Records to process:
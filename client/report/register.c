/* Who held the key, with every failed attempt, and every campaign that the service ever drafted, in the report. */
#include <stdio.h>

#include "client/report/facts.h"
#include "client/report/figure.h"
#include "client/report/lines.h"
#include "client/report/page.h"

static void names(struct buf *b, const json_t *list)
{
	size_t i;
	json_t *v;
	json_array_foreach((json_t *)(uintptr_t)list, i, v)
	{
		const char *name = json_string_value(v);
		buf_printf(b, "%s%s", i > 0 ? ", " : "", name != NULL ? name : "?");
	}
	if (i == 0)
		buf_text(b, "nobody");
}

/* The sentences about the key into b; false when the document says nothing about it. */
static bool key_sentences(struct buf *b, const json_t *doc)
{
	const json_t *x = facts_at(doc, "course.custody"), *owed = facts_at(x, "erasures_owed");
	size_t i;
	json_t *v;
	char a[FACT];
	if (!json_is_object(x))
		return false;
	buf_printf(b, "%.0f of %zu custodians were needed to open anything: ", facts_number(x, "needed"),
	           json_array_size(facts_at(x, "custodians")));
	names(b, facts_at(x, "custodians"));
	if (facts_number(x, "resharings") > 0)
		buf_printf(b, ". The key was reshared %.0f times", facts_number(x, "resharings"));
	else
		buf_text(b, ". The key was never reshared");
	buf_printf(b, "; the sealing in force is attempt %.0f", facts_number(x, "sealing_attempt"));
	buf_text(b, ", drawn from contributions of ");
	names(b, facts_at(x, "drew"));
	buf_text(b, " and the service.");
	if (json_is_integer(facts_at(x, "margin")))
		buf_printf(b, " At the last rehearsal, of %s, %.0f more opened than are needed.",
		           facts_utc(a, facts_number(x, "rehearsed_gps")), facts_number(x, "margin"));
	json_array_foreach((json_t *)(uintptr_t)facts_at(x, "missed"), i, v)
	    buf_printf(b, " %s missed %.0f rehearsals in a row.", facts_text(v, "name"), facts_number(v, "rehearsals"));
	if (json_array_size(owed) > 0) {
		buf_text(b, " An old share is not yet said to be erased by ");
		names(b, owed);
		buf_text(b, ".");
	}
	return true;
}

static void failure_line(struct buf *b, const json_t *f)
{
	const char *who = facts_text(f, "excluded");
	buf_clear(b);
	buf_printf(b, "%s, attempt %.0f, failed: %s%s%s (%s: %s)", facts_text(f, "of"), facts_number(f, "attempt"), who,
	           who[0] != '\0' ? " " : "", facts_text(f, "how"), facts_text(f, "by"), facts_text(f, "why"));
}

static const char *ended(struct buf *b, const json_t *k)
{
	const json_t *x = facts_at(k, "ended");
	buf_clear(b);
	if (json_is_object(x))
		buf_printf(b, "%s by %s: %s", facts_text(x, "how"), facts_text(x, "by"), facts_text(x, "why"));
	return b->len > 0 ? (const char *)b->data : "";
}

void register_html(struct buf *out, const json_t *doc)
{
	const json_t *list = facts_at(doc, "course.register"), *failures = facts_at(doc, "course.custody.failures");
	struct buf line = {0};
	char a[FACT];
	if (key_sentences(&line, doc)) {
		buf_text(out, "<p class=\"note\">");
		figure_escape(out, (const char *)line.data);
		buf_text(out, "</p>\n");
	}
	for (size_t i = 0; i < json_array_size(failures); i++) {
		failure_line(&line, json_array_get(failures, i));
		buf_text(out, "<p class=\"note\">");
		figure_escape(out, (const char *)line.data);
		buf_text(out, "</p>\n");
	}
	if (json_array_size(list) > 0) {
		page_table_begin(
		    out, "Every campaign that was ever drafted on this service",
		    "<campaign|<state|<phase|<drafted (UTC)|<by|slots|key attempt|sealing attempt|<ended early");
		for (size_t i = 0; i < json_array_size(list); i++) {
			const json_t *k = json_array_get(list, i);
			buf_text(out, "<tr>");
			page_cell(out, "t", facts_text(k, "name"));
			page_cell(out, "t", facts_text(k, "state"));
			page_cell(out, "t", facts_text(k, "phase"));
			page_cell(out, "t", page_utc(a, facts_number(k, "drafted_gps")));
			page_cell(out, "t", facts_text(k, "drafted_by"));
			page_cell(out, "", facts_count(a, facts_number(k, "slots")));
			page_cell(out, "", facts_count(a, facts_number(k, "key_attempt")));
			page_cell(out, "", facts_count(a, facts_number(k, "sealing_attempt")));
			page_cell(out, "w", ended(&line, k));
			buf_text(out, "</tr>\n");
		}
		page_table_end(out);
	}
	buf_free(&line);
}

void register_text(struct buf *out, const json_t *doc)
{
	const json_t *list = facts_at(doc, "course.register"), *failures = facts_at(doc, "course.custody.failures");
	struct buf line = {0}, how = {0};
	char a[FACT];
	if (key_sentences(&line, doc)) {
		lines_heading(out, "Who held the key");
		lines_wrap(out, "", (const char *)line.data);
	}
	for (size_t i = 0; i < json_array_size(failures); i++) {
		failure_line(&line, json_array_get(failures, i));
		lines_wrap(out, "- ", (const char *)line.data);
	}
	if (json_array_size(list) > 0)
		lines_heading(out, "Every campaign that was ever drafted on this service");
	for (size_t i = 0; i < json_array_size(list); i++) {
		const json_t *k = json_array_get(list, i);
		const char *end = ended(&how, k);
		buf_clear(&line);
		buf_printf(&line,
		           "%s (%s, %s), drafted by %s on %s, %.0f slots, key attempt %.0f, sealing attempt %.0f%s%s",
		           facts_text(k, "name"), facts_text(k, "phase"), facts_text(k, "state"),
		           facts_text(k, "drafted_by"), facts_utc(a, facts_number(k, "drafted_gps")),
		           facts_number(k, "slots"), facts_number(k, "key_attempt"), facts_number(k, "sealing_attempt"),
		           end[0] != '\0' ? "; " : "", end);
		lines_wrap(out, "- ", (const char *)line.data);
	}
	buf_free(&line);
	buf_free(&how);
}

What to do: The expected answer is a copy of every line in the entries that holds the word "static".

Solution for this problem:
static void names(struct buf *b, const json_t *list)
static bool key_sentences(struct buf *b, const json_t *doc)
static void failure_line(struct buf *b, const json_t *f)
static const char *ended(struct buf *b, const json_t *k)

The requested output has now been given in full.